I am trying to train GNN using DDP multi-node GPUs. I am using pytorch 1.7 and gloo as backend. I get an error like below on machine 2.
-- Process 0 terminated with the following error:
Traceback (most recent call last):
File "/home/karthi/venvv/lib/python3.7/site-packages/torch/nn/parallel/distributed.py", line 532, in _ddp_init_helper
RuntimeError: replicas in this process with sizes [64, 5] appears not to match sizes of the same param in process 0.
But the same code works in single machine multi-gpu DDP. Please help me.This text will be hidden
Hey @karthi0804, could you please share code of a repro?
This error is from here, indicating that parameter sizes/order do not match across processes. Could you please verify if that is the case by printing sizes of params in
My bad. Extremely sorry! silly mistake. Wrong model architecture in another machine!
Hi, I am also getting this replicas error…
I am using windows 10, torch 1.7.1, pytorch-lightning 1.1.7 with 3 gpus.

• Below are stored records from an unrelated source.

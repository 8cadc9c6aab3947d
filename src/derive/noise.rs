//! The random error of the vectors of one snapshot, estimated from the data:
//! its level (`estimate`) and its spatial correlation (`estimate_overlap`).
//!
//! Owns: both estimators. Does not own: how they are used (`derive`).
//!
//! # Level
//!
//! The residual at the centre of a least-squares cubic fitted to
//! five consecutive vectors along a row or a column is
//! `r = (3/35) (f-2 - 4 f-1 + 6 f0 - 4 f1 + f2)` (derived from the
//! Savitzky-Golay smoothing weights (-3, 12, 17, 12, -3)/35), proportional to
//! the fourth difference `D4 = f-2 - 4 f-1 + 6 f0 - 4 f1 + f2`. A smooth flow
//! contributes `h^4 f''''` to it, which is small wherever the flow is
//! resolved; white noise of standard deviation `sigma` contributes variance
//! `70 sigma^2` (the fit's degrees of freedom: 1 + 16 + 36 + 16 + 1), or
//! `K sigma^2` with `K = sum_a sum_b w_a w_b rho(d_ab)` for correlated errors
//! (the correlation model in use: given, or `estimate_overlap`'s, so the
//! level and the correlation describe the same errors). Every row and
//! column position whose five vectors are all valid measurements (status 0)
//! gives one value per component; the estimate is robust against the few
//! large residuals at vortex cores and remaining outliers through the
//! median absolute value: `sigma = 1.4826 median(|D4|) / sqrt(K)` (1.4826 =
//! 1/Phi^-1(3/4), the MAD consistency constant for Gaussian errors, common
//! practice).
//!
//! # Correlation (`estimate_overlap`)
//!
//! Vectors from overlapping interrogation windows have correlated errors
//! (Sciacchitano & Wieneke 2016, from memory); a top-hat window overlapping
//! by the fraction `c` gives `rho(d) = max(0, 1 - (1 - c)|d|)` per axis
//! (derived; `Correlation::Window`). `c` is estimated from the data. The
//! high-pass residual `e = f0 - sum_k s_k f_k` of the 11-node least-squares
//! quartic (Savitzky-Golay weights `s = (18, -45, -10, 60, 120, 143, 120,
//! 60, -10, -45, 18)/429`, Savitzky & Golay 1964) removes the flow up to its
//! quintic terms and keeps most of the noise. Its autocorrelation at lags
//! 1 to 4 along a row (or column) is, for the window model,
//! `R(L; c) = C(L)/C(0)` with `C(L) = sum_a sum_b w_a w_b rho(L + a - b)`,
//! `w = delta - s` (GUM eq. 13 applied to a pair of residuals, derived).
//! The measured lag correlations use the robust estimator of Gnanadesikan
//! & Kettenring (1972, from memory), `R = (S+^2 - S-^2)/(S+^2 + S-^2)` with
//! `S+-` the median absolute values of `e_k + e_k+L` and `e_k - e_k+L`, so
//! a vortex core or an outlier does not dominate. Over the grid c = 0,
//! 0.025, ..., 0.9 the misfit `sum_L (R_measured - R(L; c))^2` is computed,
//! and the smallest c whose misfit is within `PARSIMONY / pairs` of the
//! least (the sampling noise of four lag correlations) is taken: `R(L; c)`
//! is not monotonic in c above 0.5, and a flow that leaks into the
//! residual (a vortex core on a small grid) can otherwise make white noise
//! look like strong overlap. The 9-node quadratic residual and lags 1-3
//! were tried first: on a 32 x 32 grid with a core of 3 pitches they read
//! white noise as c = 0.775 in 3 of 100 frames; this choice did not in
//! 100 (numpy prototype, recorded in the commit). The grid keeps the
//! number of distinct models in a run small (the stencil caches key on the
//! model). Both components and both axes are pooled; at most about
//! `MAX_PAIRS` pairs per lag are used (every k-th, a fixed deterministic
//! subsample). A field without measurable residual (below 1e-9 of the
//! largest velocity) gives `None`. Checked by Monte Carlo on box-filtered
//! noise (tests below).
//!
//! Edge behaviour: replaced, filled and masked vectors never enter (they are
//! smooth by construction and would bias the estimate low). With fewer than
//! `MIN_SAMPLES` values the level is `None`; with fewer than `MIN_PAIRS`
//! residual pairs per lag the correlation is `None`.

use ndarray::Array2;
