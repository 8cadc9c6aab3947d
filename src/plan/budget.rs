//! `[budget]`: raw keys and their resolution into `budget::Params`.
//!
//! The budget is off unless the section is present (and not `enabled =
//! false`). Viscosity and frequency come from `[run.conditions]`
//! (`viscosity` in m²/s, `frequency` in Hz); `curlew check` says what is
//! missing. Errors name the key, the value and what was expected.

use serde::{Deserialize, Serialize};

use crate::budget;
use crate::error::{Error, Result};

/// `[budget]` as written.
#[derive(Debug, Clone, Default, Deserialize, Serialize, PartialEq)]
#[serde(deny_unknown_fields)]
pub struct RawBudget {
    /// Compute the vorticity transport budget (default true when the
    /// section is present). Costs 45 numbers per node and phase bin of
    /// memory and a few stencil passes per frame.
    pub enabled: Option<bool>,
    /// First-derivative scheme of every term: "central" (default),
    /// "richardson" or "least-squares" (window 5, order 1). The viscous term
    /// composes the five-point Laplacian after the vorticity stencil.
    pub scheme: Option<String>,
    /// Time-resolved runs: the frame numbers (0-based, in the run's natural
    /// order) whose instantaneous budget is written; each needs its two
    /// neighbours. Holds 10 numbers per node for each frame and neighbour.
    pub frames: Option<Vec<u64>>,
    /// Coverage factor of the residual's significance test (default 2).
    pub k: Option<f64>,
    /// Phase bin drawn in the term figure (default: the slice with the
    /// largest |unsteady|).
    pub figure_bin: Option<usize>,
    /// Count replaced and filled vectors in the budget's stencils (default:
    /// as `[statistics] include_filled`). A composite stencil reaches two
    /// nodes; without filled vectors one gap in its 5 x 5 reach drops the
    /// node from the frame (with 5 % gaps, about two thirds of the samples).
    pub include_filled: Option<bool>,
}

/// The resolved budget, or `None` when it is off.
pub(crate) fn resolve_budget(raw: Option<&RawBudget>) -> Result<Option<budget::Params>> {
    let Some(r) = raw else { return Ok(None) };
    if r.enabled == Some(false) {
        return Ok(None);
    }
    let d = budget::Params::default();
    let scheme = r.scheme.clone().unwrap_or(d.scheme);
    if !["central", "richardson", "least-squares"].contains(&scheme.as_str()) {
        return Err(Error::usage(format!(
            "[budget] scheme = '{scheme}' must be \"central\", \"richardson\" or \"least-squares\""
        )));
    }
    let k = r.k.unwrap_or(d.k);
    if !(k.is_finite() && k > 0.0) {
        return Err(Error::usage(format!(
            "[budget] k = {k} must be a positive number (a coverage factor, e.g. 2)"
        )));
    }
    let mut frames = r.frames.clone().unwrap_or_default();
    frames.sort_unstable();
    frames.dedup();
    Ok(Some(budget::Params {
        scheme,
        frames,
        k,
        figure_bin: r.figure_bin,
        include_filled: r.include_filled,
    }))
}

#[cfg(test)]
mod tests {
    use super::*;

    #[test]
    fn absent_or_disabled_is_off_and_bad_values_name_the_key() {
        assert_eq!(resolve_budget(None).unwrap(), None);
        let off = RawBudget {
            enabled: Some(false),
            ..RawBudget::default()
        };
        assert_eq!(resolve_budget(Some(&off)).unwrap(), None);
        let on = resolve_budget(Some(&RawBudget::default()))
            .unwrap()
            .unwrap();
        assert_eq!(on, budget::Params::default());
        let bad = RawBudget {
            scheme: Some("spectral".into()),
            ..RawBudget::default()
        };
        let e = resolve_budget(Some(&bad)).unwrap_err();
        assert!(e.message.contains("[budget] scheme = 'spectral'"), "{e}");
        let bad = RawBudget {
            k: Some(-1.0),
            ..RawBudget::default()
        };
        assert!(resolve_budget(Some(&bad))
            .unwrap_err()
            .message
            .contains("k = -1"));
    }
}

The model training was working well with ddp and 2 gpus, on another machine (win10, torch 1.7.1 and pl 1.1.7)
the code crashed after printed the following error message:
self.reducer = dist.Reducer(
RuntimeError: replicas in this process with sizes [12, 6] appears not to match sizes of the same param in process 0.
My issue was that I failed to update the model in the second machine as the same version of the first machine. Pls, check it by printing and comparing the model params.
Thanks check back @karthi0804, i copied exact model and all supporting code over from previous machine, because this new machine is just built from scratch. did a lot of other tests, the new machine also failed at same replicas error when tested with two gpus (by physically disconnecting the 3rd one).
however, after tinkering around and setting pl.Trainer with ‘accelerator=ddp_spawn’ instead of ‘ddp’, it works, even though the pytorch lightning docs explicitly warns against using the former. I don’t exactly know what the limitations they warn about ‘ddp_spawn’–so far i can not observe one with naked eyes, hopefully we can fix the error with ‘ddp’ here or there and switch back.